%%
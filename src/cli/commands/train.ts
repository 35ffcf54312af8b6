/**
 * `kinhue train <photos...> --out <dir>`: trains a new model from scratch on folders of colour
 * photographs, within a time and/or step budget, resumable.
 */
import type { ArgumentsCamelCase, Argv, CommandModule } from 'yargs';
import { checkFitArgs, fitOptions, fitOptionsFrom, runWithProgress, type FitArgs } from '../training-report.js';

const EXAMPLE = 'kinhue train photos/ --out models/mine --hours 2 --seed 1';

/**
 * Checks a parsed `train` command line. Pure: throws UsageError with an example.
 * @example
 *   check({ photos: ['photos/'], out: 'models/mine', hours: 1 }); // true
 */
export function check(argv: Partial<FitArgs>): true {
  return checkFitArgs(argv, 'train', EXAMPLE);
}

type TrainArgs = FitArgs & { backbone: boolean };

export const command: CommandModule<object, TrainArgs> = {
  command: 'train <photos...>',
  describe: 'train a new model on folders of colour photographs (time budget, resumable)',
  builder: (yargs: Argv) =>
    fitOptions(yargs, 'train')
      .option('backbone', {
        type: 'boolean',
        default: true,
        describe:
          "read the shipped model's borrowed backbone (a pretrained object detector's features) beside L*; --no-backbone for L* alone",
      })
      .example(EXAMPLE, 'train for two hours; add --resume after an interruption')
      .example('kinhue train photos/ --out models/mine --steps 2000 --batch 8 --crop 96', 'a fixed number of smaller steps')
      .check((argv) => check(argv as Partial<FitArgs>)) as unknown as Argv<TrainArgs>,
  handler: async (argv: ArgumentsCamelCase<TrainArgs>) => {
    await runWithProgress({ ...fitOptionsFrom(argv, 'train'), ...(argv.backbone ? {} : { backbone: false as const }) });
  },
};
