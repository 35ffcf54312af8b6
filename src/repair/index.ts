// The repair module: synthetic damage, the classical detector, mask-only replacement, whole-scan repair, figures.
export * from './damage.js';
export * from './morphology.js';
export * from './detector.js';
export * from './fill.js';
export * from './measures.js';
export * from './scan-repair.js';
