import { readFileSync } from 'node:fs';

/** kinhue's version, read once from package.json (dist/ and src/ both sit one level below it). */
export const VERSION: string = (JSON.parse(readFileSync(new URL('../package.json', import.meta.url), 'utf8')) as { version: string })
  .version;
%%
# What you need to do:
Go through the material and select each line with the string "package" in it.

# Output for this exercise:
/** kinhue's version, read once from package.json (dist/ and src/ both sit one level below it). */
export const VERSION: string = (JSON.parse(readFileSync(new URL('../package.json', import.meta.url), 'utf8')) as { version: string })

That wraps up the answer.